Announcing the Seminary Gal series for 2017 Lent Devotionals.  It’s called Light: There’s Nothing Like It.  Have you ever stopped to ponder how amazing light is? Even considering everything in the universe, there’s nothing like it. Light is in a category all by itself.

From the beginning of creation, even a scientist’s Big Bang, researchers can study and identify the unique properties of light but no one has ever fully probed the wonder of it all.

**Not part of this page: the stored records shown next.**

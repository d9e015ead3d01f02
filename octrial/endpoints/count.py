"""Count endpoint: events per subject, Poisson (or negative binomial) in the exposure.

Each subject contributes ``exposure`` units of follow-up (set in ``[endpoint]``); the
arm's sufficient statistic is its total number of events. Formulas (docs/methods.md):

* Gamma-mixture prior sum_j w_j Gamma(a_j, b_j) (shape a, rate b) with Poisson counts:
  after x events in exposure t the components are Gamma(a_j + x, b_j + t) with weights
  w'_j proportional to w_j b_j^a_j Gamma(a_j + x) / (Gamma(a_j) (b_j + t)^(a_j + x)).
* One arm: Pr(lambda < lambda0 | x) = sum_j w'_j P(a'_j, b'_j lambda0) (regularized lower
  incomplete gamma; the upper one when higher is better).
* Two arms, rate ratio: with U = b'_T lambda_T and V = b'_C lambda_C, U / (U + V) is
  Beta(a'_T, a'_C), so Pr(lambda_T / lambda_C < c) = I_{k/(1+k)}(a'_T, a'_C) with
  k = c b'_T / b'_C, summed over component pairs.
* Predictive: future events in exposure t' are negative binomial with size a'_j and
  success probability b'_j / (b'_j + t'), mixed over components.
* Negative binomial counts with known dispersion (variance = mean + dispersion x mean^2)
  and log-normal priors have no conjugate form: their posteriors come from the grid engine
  (:mod:`octrial.endpoints.grid_family`) on the log rate.

The count is unbounded, so the lattice is truncated: for every true rate up to the
largest one evaluated, the probability of a count beyond the lattice at any look is below
:data:`TRUNCATION_EPSILON` / (looks x arms), so the exact engine neglects at most
:data:`TRUNCATION_EPSILON` per scenario, and reports what it neglected.
"""

from __future__ import annotations

import math
from dataclasses import dataclass
from typing import TYPE_CHECKING, Any

import numpy as np
from scipy import special, stats

import octrial.endpoints.grid_family as grid_family
import octrial.endpoints.schema as schema
from octrial.design.reader import Phrase, Problems, Table
from octrial.endpoints.base import LatticeFamily
from octrial.endpoints.borrowing import Borrowing, borrow_mixture, read_borrowing
from octrial.endpoints.grid_family import GridModel
from octrial.endpoints.mixtures import describe
from octrial.endpoints.prior_size import arm_summary, fda_summary
from octrial.numerics import parameter_grid as pg

if TYPE_CHECKING:
    from octrial.checks.model import CheckModel
    from octrial.interim.base import EndpointInterim

TRUNCATION_EPSILON = 1e-10
"""Largest probability mass the truncated count lattice may neglect per scenario."""

MODELS = ("poisson", "negative-binomial")
TAIL = 1e-15
"""Prior quantile that bounds the grid's range."""


@dataclass(frozen=True)
class CountEndpoint:
    """``[endpoint]`` settings of a count endpoint.

    Attributes
    ----------
    exposure : float
        Follow-up per subject (for example 1 year), in the units the rates are per.
    model : {'poisson', 'negative-binomial'}
    dispersion : float or None
        Negative binomial: variance = mean + dispersion x mean^2 (known).
    """

    type: str = "count"
    exposure: float = 1.0
    model: str = "poisson"
    dispersion: float | None = None


@dataclass(frozen=True)
class GammaMixture:
    """A mixture of gamma distributions (shape a, rate b) on the event rate."""

    weights: tuple[float, ...]
    a: tuple[float, ...]
    b: tuple[float, ...]
    borrowing: Borrowing | None = None

    @classmethod
    def single(cls, a: float, b: float) -> GammaMixture:
        """A plain Gamma(a, b)."""
        return cls((1.0,), (float(a),), (float(b),))

    @property
    def mean(self) -> float:
        """Prior mean of the rate."""
        return float(sum(w * a / b for w, a, b in zip(self.weights, self.a, self.b,
                                                       strict=True)))

    def describe(self) -> str:
        """Plain-text form for tables and reports."""
        parts = [f"Gamma(shape {a:g}, rate {b:g})" for a, b in zip(self.a, self.b, strict=True)]
        return describe(self.weights, parts, self.borrowing)
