"""Building a line mask from the spectra themselves (``lineshift mask``).

1. Survey the inputs and compute their barycentric corrections (as ``measure`` does).
2. First-pass velocities: measured with a starting mask when one is given; otherwise zero, so the
   first template is co-added in the barycentric frame.
3. Iterate: co-add the spectra in the star's frame (:mod:`.coadd`), find and fit the template's lines
   (:mod:`.linefind`), measure every spectrum against the provisional mask, and co-add again with the
   new velocities, until they change by less than a tenth of their errors.
4. The final template gives the mask.  Its zero point is *relative*: the template's frame, in which
   the inputs' mean velocity is about zero (or the starting mask's frame).  ``anchor`` matches
   strong lines to laboratory wavelengths and shifts the mask to an absolute zero point, with the
   offset's error.
"""

from __future__ import annotations

import os
from dataclasses import dataclass, field, replace

import numpy as np

from lineshift._version import __version__
from lineshift.calib.barycentric import BarycentricResult, barycentric_batch
from lineshift.calib.linefind import (
    FoundLines,
    LineSettings,
    expected_error_per_snr,
    find_lines,
    follow_continuum,
    measure_lines,
)
from lineshift.errors import MeasurementError
from lineshift.io.linelists import read_lab_lines, read_telluric_bands
from lineshift.io.loaders import load_spectrum
from lineshift.measure.coadd import Template, TemplateAccumulator, log_grid
from lineshift.measure.prepare import prepare_spectrum
from lineshift.model import C_MS, LineMask, Observation
from lineshift.run.pipeline import MeasureSettings, measure_files, survey
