def _variants(tmp_path) -> dict[str, str]:
    base = _multi_order(tmp_path, "base.fits")
    sexa = _multi_order(tmp_path, "sexagesimal.fits", style=1)
    out = {"base": base, "sexagesimal": sexa}
    d = str(tmp_path)

    def put(name, fn):
        out[name] = _edit(base, os.path.join(d, f"{name}.fits"), fn)

    def rename(hdus, old, new, transform):
        for h in hdus:
            if h.name == old:
                h.name = new
                h.data = transform(h.data.astype(np.float64)).astype(np.float32)

    put("var", lambda h: rename(h, "ERR", "VAR", np.square))
    put("ivar", lambda h: rename(h, "ERR", "IVAR", lambda e: 1 / e**2))
    put("no_err", lambda h: h.pop(3))
    put("no_blaze", lambda h: h.pop(4))

    def saturate(h):
        h[0].header["SATURATE"] = float(np.nanpercentile(h[1].data, 99))
    put("saturate", saturate)

    def holes(h):
        h[1].data[0, 10:20] = np.nan
        h[3].data[1, 5] = 0.0
        h[3].data[2, 7] = -1.0
        h[1].data[3, 3] = np.inf
    put("holes", holes)

    def nm(h):
        h[2].data = h[2].data / 10.0
        h[2].header["BUNIT"] = "nm"
    put("nanometres", nm)

    def air(h):
        h[1].header["CTYPE1"] = "AWAV"
    put("air", air)

    def one_flipped(h):
        h[2].data[1] = h[2].data[1][::-1].copy()
    put("one_order_flipped", one_flipped)    # non-monotonic as a whole order: refused

    def all_flipped(h):
        for k in (1, 2, 3, 4):
            h[k].data = h[k].data[:, ::-1].copy()
    put("all_flipped", all_flipped)

    def zero_step(h):
        h[2].data[2, 100] = h[2].data[2, 99]
    put("zero_step", zero_step)

    def nan_wave(h):
        h[2].data[0, 0] = np.nan
    put("nan_wave", nan_wave)

    def negative_wave(h):
        h[2].data[0] = h[2].data[0] - h[2].data[0, 10]
    put("negative_wave", negative_wave)

    def far_wave(h):
        h[2].data[3] = h[2].data[3] * 1e5
    put("far_wave", far_wave)

    def short(h):
        for k in (1, 2, 3, 4):
            h[k].data = h[k].data[:, :6].copy()
    put("six_pixels", short)

    def one_order(h):
        for k in (1, 2, 3, 4):
            h[k].data = h[k].data[0].copy()
    put("one_dimensional", one_order)

    def int_flux(h):
        h[1].data = np.round(h[1].data).astype(np.int32)
    put("int32_flux", int_flux)

    def bad_ra(h):
        h[0].header["RA"] = "ninety"
    put("bad_ra", bad_ra)

    def barycentric(h):
        h[0].header["SPECSYS"] = "BARYCENT"
        h[0].header["VELOSYS"] = 12345.0
    put("barycentric", barycentric)

    def flux_time(h):
        h[0].header["MJD-FLUX"] = 61000.81
    put("flux_time", flux_time)

    def wave_name(h):
        h[2].name = "WAVELENGTH"
    put("wavelength_extname", wave_name)

    def lower_extnames(h):
        for k in (1, 2, 3, 4):
            h[k].header["EXTNAME"] = h[k].header["EXTNAME"].lower()
    put("lower_extnames", lower_extnames)

    with open(base, "rb") as fh:      # astropy writes EXTEND itself: blank the card in the bytes
        raw = fh.read()
    card = next(raw[i:i + 80] for i in range(0, 2880, 80) if raw[i:i + 8] == b"EXTEND  ")
    out["no_extend"] = os.path.join(d, "no_extend.fits")
    with open(out["no_extend"], "wb") as fh:
        fh.write(raw.replace(card, b" " * 80, 1))

    def extra_hdus(h):
        h.insert(1, fits.ImageHDU(name="EMPTY"))
        h.append(fits.ImageHDU(np.zeros((2, 3), dtype=np.int16), name="QUALITY"))
        h.append(fits.ImageHDU(h[2].data * 2, name="FLUX"))   # a second FLUX: the first one counts
        h[0].data = np.ones(5, dtype=np.float32)
    put("extra_hdus", extra_hdus)

    def keys_in_flux_header(h):
        h[1].header["SATURATE"] = 1e9
        h[1].header["MJD-AVG"] = 61000.9      # the primary's time rules come first
        h[0].header["COMMENT"] = "a comment with 'quotes' and = signs"
        h[0].header["HISTORY"] = "made by a test"
    put("keys_in_flux_header", keys_in_flux_header)

    def hierarch(h):
        h[0].header["HIERARCH ESO OBS NAME"] = "x"
    put("hierarch", hierarch)

    def long_string(h):
        h[0].header["OBJECT"] = "Vessa-9 " * 12
    put("continue_card", long_string)

    gz = os.path.join(d, "base.fits.gz")
    with open(base, "rb") as src, gzip.open(gz, "wb") as dst:
        shutil.copyfileobj(src, dst)
    out["gzip"] = gz
    trunc = os.path.join(d, "truncated.fits")
    with open(base, "rb") as fh:
        raw = fh.read()
    with open(trunc, "wb") as fh:
        fh.write(raw[:-2880])
    out["truncated"] = trunc
    return out
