def read_code_tests(path: str) -> dict[str, str]:
    """Read a tests file: JSON Lines, one ``{"prompt": str, "tests": str}`` per line.

    Bytes that are not UTF-8, another key, or a prompt on two lines is a ``ValueError`` naming the line(s): the result maps each
    prompt to one test code, as :class:`CodeRunner` does, so a second line would replace the first unseen.
    """
    out: dict[str, str] = {}
    first_line: dict[str, int] = {}
    with open(path, "rb") as f:
        text = decode_utf8(f.read(), str(path))
    for i, line in enumerate(text.split("\n"), 1):  # only "\n" ends a line: a JSON string may hold U+2028
        if not line.strip():
            continue
        try:
            rec = json.loads(line)
        except ValueError as e:
            raise ValueError(f"{path} line {i} must be a JSON object, got invalid JSON ({e})") from None
        if not isinstance(rec, dict) or not isinstance(rec.get("prompt"), str) or not isinstance(rec.get("tests"), str):
            raise ValueError(f"{path} line {i} must be {{\"prompt\": str, \"tests\": str}}, got {line.strip()[:80]}")
        extra = sorted(set(rec) - {"prompt", "tests"})
        if extra:
            raise ValueError(f"{path} line {i} has unknown key {extra[0]!r}: a line takes only the keys prompt, tests "
                             "(bonft check-tests reads a data file with more columns through --prompt-field / "
                             "--tests-field, or a recipe's data through --recipe)")
        prompt = rec["prompt"]
        if prompt in first_line:
            raise ValueError(f"{path} lines {first_line[prompt]} and {i} both give tests for prompt {prompt!r:.60}: "
                             f"each prompt has one test code (join the two into one 'tests' string)")
        first_line[prompt] = i
        out[prompt] = rec["tests"]
    return out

From God’s first words of creation, “Let there be light” in Genesis 1 to the final Revelation in which the Lord God Himself will give us light, the Bible has much to say about it.

During the 40 days of Lent 2017, we’ll take an in-depth look at light and we’ll learn together what the Bible has to say about this beautiful creation and metaphor.

Lent 2017 begins March 1st, Ash Wednesday, If you’re already signed up on my Home Page sidebar to receive posts, you’ll get the 2017 Lent Devotionals automatically.  Or you can “Like” Seminary Gal on Facebook and they’ll be delivered to your Facebook news feed.  If you haven’t signed up, today is a great day to do so.  Advent and Lenten devotionals remain among my most popular offerings.  You don’t want to miss this great way to learn about light to prepare your heart for Easter!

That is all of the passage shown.